BRIEF :: Across the entries below, tally every line that holds the word "once". Give only the tally.

ENTRIES SUPPLIED ::

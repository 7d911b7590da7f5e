"""Results as JSON documents for other programs: the names here are stable."""

from __future__ import annotations

from dataclasses import asdict
from typing import Any

from sameline.conclusions.recompute import CHECKS, Verification
from sameline.records.answers import Conclusion
from sameline.records.trail import TrailEntry
from sameline.reports.changes import change_line
from sameline.reports.lines import drawn_lines
from sameline.reports.subject import Subject


def conclusion_document(conclusion: Conclusion, subject: Subject, *, behind: bool) -> dict[str, Any]:
    """One conclusion with its question and all its figures."""
    revision = subject.revision
    answer = asdict(conclusion.answer)
    answer["inputs"] = conclusion.answer.inputs.hex()
    return {
        "comparison": conclusion.name,
        "version": conclusion.version,
        "look": conclusion.look,
        "recorded_at": conclusion.at,
        "entry": conclusion.entry,
        "position": conclusion.position,
        "person": conclusion.person,
        "behind": behind,
        "question": {
            "revision": revision.revision,
            "characteristic": subject.characteristic,
            "name": subject.name,
            "method": subject.method,
            "unit": subject.unit,
            "limits": {"lower": subject.lower, "upper": subject.upper},
            "margin": subject.margin,
            "grouping": revision.grouping,
            "filter": subject.filter,
            "model": revision.model,
            "procedure": revision.procedure,
            "units": revision.unit if revision.model != "nested" else None,
            "alpha": revision.alpha,
            "alternative": revision.alternative,
            "looks": revision.looks,
            "safety_critical": subject.safety_critical,
        },
        "causes": list(conclusion.causes),
        "turns": [asdict(turn) for turn in conclusion.turns],
        **answer,
        "lines": list(drawn_lines(conclusion.answer.groups).values()),
    }


def overview_document(rows: list[tuple[str, Conclusion | None, bool]]) -> list[dict[str, Any]]:
    """Every comparison with its latest conclusion in short."""
    return [
        {
            "comparison": name,
            "behind": behind,
            "version": c.version if c else None,
            "look": c.look if c else None,
            "recorded_at": c.at if c else None,
            "state": c.answer.state if c else None,
            "reason": c.answer.reason if c else None,
            "pairs": len(c.answer.pairs) if c else None,
            "differ": sum(bool(p.differs) for p in c.answer.pairs) if c else None,
        }
        for name, c, behind in rows
    ]


def history_document(versions: list[Conclusion]) -> list[dict[str, Any]]:
    """The versions of one comparison's conclusion in short, oldest first."""
    return [
        {
            "version": c.version,
            "look": c.look,
            "recorded_at": c.at,
            "entry": c.entry,
            "person": c.person,
            "causes": list(c.causes),
            "state": c.answer.state,
            "reason": c.answer.reason,
            "turns": [asdict(turn) for turn in c.turns],
            "pairs": [asdict(pair) for pair in c.answer.pairs],
        }
        for c in versions
    ]


def outcome_document(entry: int, runs: tuple[int, ...], conclusions: tuple[Conclusion, ...]) -> dict[str, Any]:
    """What an act did."""
    changed = [{"comparison": c.name, "version": c.version, "change": change_line(c)} for c in conclusions]
    return {"entry": entry, "runs": list(runs), "comparisons": changed}


def trail_document(entries: list[TrailEntry]) -> list[dict[str, Any]]:
    """The audit trail."""
    return [asdict(entry) for entry in entries]


def verification_document(report: Verification) -> dict[str, Any]:
    """What was checked and found."""
    return {
        "good": not report.findings,
        "entries": report.ledger.entries,
        "rows": report.ledger.rows,
        "conclusions": report.conclusions,
        "root": report.ledger.root,
        "checks": list(CHECKS),
        "findings": [{**asdict(finding), "text": str(finding)} for finding in report.findings],
        "behind": list(report.behind),
    }
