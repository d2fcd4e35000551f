import { describe, expect, it } from 'vitest';
import { FrameCache } from '@/components/canvas/frame-cache';
import { prefetchOrder } from '@/components/canvas/prefetch-order';

/** Loads that the test settles by hand. */
function fakeLoads() {
  const open = new Map<number, { done: () => void; fail: () => void }>();
  const closed: number[] = [];
  const started: number[] = [];
  const load = (frame: number, signal: AbortSignal) =>
    new Promise<{ frame: number; close: () => void }>((resolve, reject) => {
      started.push(frame);
      const settle = (run: () => void) => () => {
        open.delete(frame);
        run();
      };
      open.set(frame, {
        done: settle(() => resolve({ frame, close: () => closed.push(frame) })),
        fail: settle(() => reject(new Error('The link was lost.'))),
      });
      signal.addEventListener('abort', settle(() => reject(new DOMException('gone', 'AbortError')))); // prettier-ignore
    });
  const settleAll = async () => {
    while (open.size > 0) {
      for (const flight of [...open.values()]) flight.done();
      await new Promise((resolve) => setImmediate(resolve));
    }
  };
  return { open, closed, started, load, settleAll };
}

describe('the order of loading ahead', () => {
  it('begins with the frame shown and goes three ahead for each one behind', () => {
    expect(prefetchOrder(10, 1, 100, 9)).toEqual([10, 11, 12, 13, 9, 14, 15, 16, 8]);
    expect(prefetchOrder(10, -1, 100, 5)).toEqual([10, 9, 8, 7, 11]);
  });

  it('names each frame of a short recording once, from its ends too', () => {
    for (const frame of [0, 3, 6]) {
      const order = prefetchOrder(frame, 1, 7, 60);
      expect([...order].sort((a, b) => a - b)).toEqual([0, 1, 2, 3, 4, 5, 6]);
    }
  });
});

describe('the cache of frames', () => {
  it('loads the frame shown first and never more at once than allowed', async () => {
    const loads = fakeLoads();
    const cache = new FrameCache({ frames: 100, load: loads.load, onChange: () => undefined, parallel: 3 });
    cache.want(50, 1);
    expect(loads.started).toEqual([50, 51, 52]);
    expect(loads.open.size).toBe(3);
    loads.open.get(50)!.done();
    await new Promise((resolve) => setImmediate(resolve));
    expect(cache.get(50)).toMatchObject({ frame: 50 });
    expect(loads.open.size).toBe(3);
  });

  it('keeps no more than its capacity, frees what it drops, and never the frame shown', async () => {
    const loads = fakeLoads();
    const cache = new FrameCache({ frames: 100, load: loads.load, onChange: () => undefined, capacity: 10 });
    for (const frame of [5, 40, 80]) {
      cache.want(frame, 1);
      await loads.settleAll();
      expect(cache.get(frame)).not.toBeNull();
    }
    const kept = Array.from({ length: 100 }, (_, frame) => cache.get(frame)).filter(Boolean);
    expect(kept.length).toBeLessThanOrEqual(10);
    expect(loads.closed.length).toBe(new Set(loads.started).size - kept.length);
  });

  it('gives up requests that are no longer wanted', () => {
    const loads = fakeLoads();
    const cache = new FrameCache({ frames: 1000, load: loads.load, onChange: () => undefined, parallel: 4 });
    cache.want(10, 1);
    cache.want(900, 1);
    expect([...loads.open.keys()]).not.toContain(10);
  });

  it('says why a frame could not be had, and asks again only when told to', async () => {
    const loads = fakeLoads();
    const cache = new FrameCache({ frames: 1, load: loads.load, onChange: () => undefined });
    cache.want(0, 1);
    loads.open.get(0)!.fail();
    await new Promise((resolve) => setImmediate(resolve));
    expect(cache.failure(0)?.message).toBe('The link was lost.');
    cache.want(0, 1);
    expect(loads.open.size).toBe(0);
    cache.retry(0);
    await loads.settleAll();
    expect(cache.get(0)).not.toBeNull();
    expect(cache.failure(0)).toBeNull();
  });

  it('frees all pictures when it is closed, those still coming in as well', async () => {
    const loads = fakeLoads();
    const cache = new FrameCache({ frames: 3, load: loads.load, onChange: () => undefined, parallel: 1 });
    cache.want(0, 1);
    loads.open.get(0)!.done();
    await new Promise((resolve) => setImmediate(resolve));
    cache.close();
    await new Promise((resolve) => setImmediate(resolve));
    expect(loads.closed).toContain(0);
    expect(loads.open.size).toBe(0);
  });

  it('shows what was overtaken until the new one is there, and takes nothing for new that was asked for before', async () => {
    const { load, open, closed, started, settleAll } = fakeLoads();
    const cache = new FrameCache({ frames: 3, load, onChange: () => undefined, capacity: 5 });
    cache.want(0, 1);
    await settleAll();
    const old = cache.get(0)!;
    started.length = 0;
    cache.renew();
    expect(cache.get(0)).toBe(old);
    expect(started).toEqual([0, 1, 2]);
    open.get(0)!.done();
    await settleAll();
    expect(cache.get(0)).not.toBe(old);
    expect(closed).toEqual([0, 1, 2]);
    expect(cache.values()).toHaveLength(3);
  });
});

FINISHED EXERCISE :: 2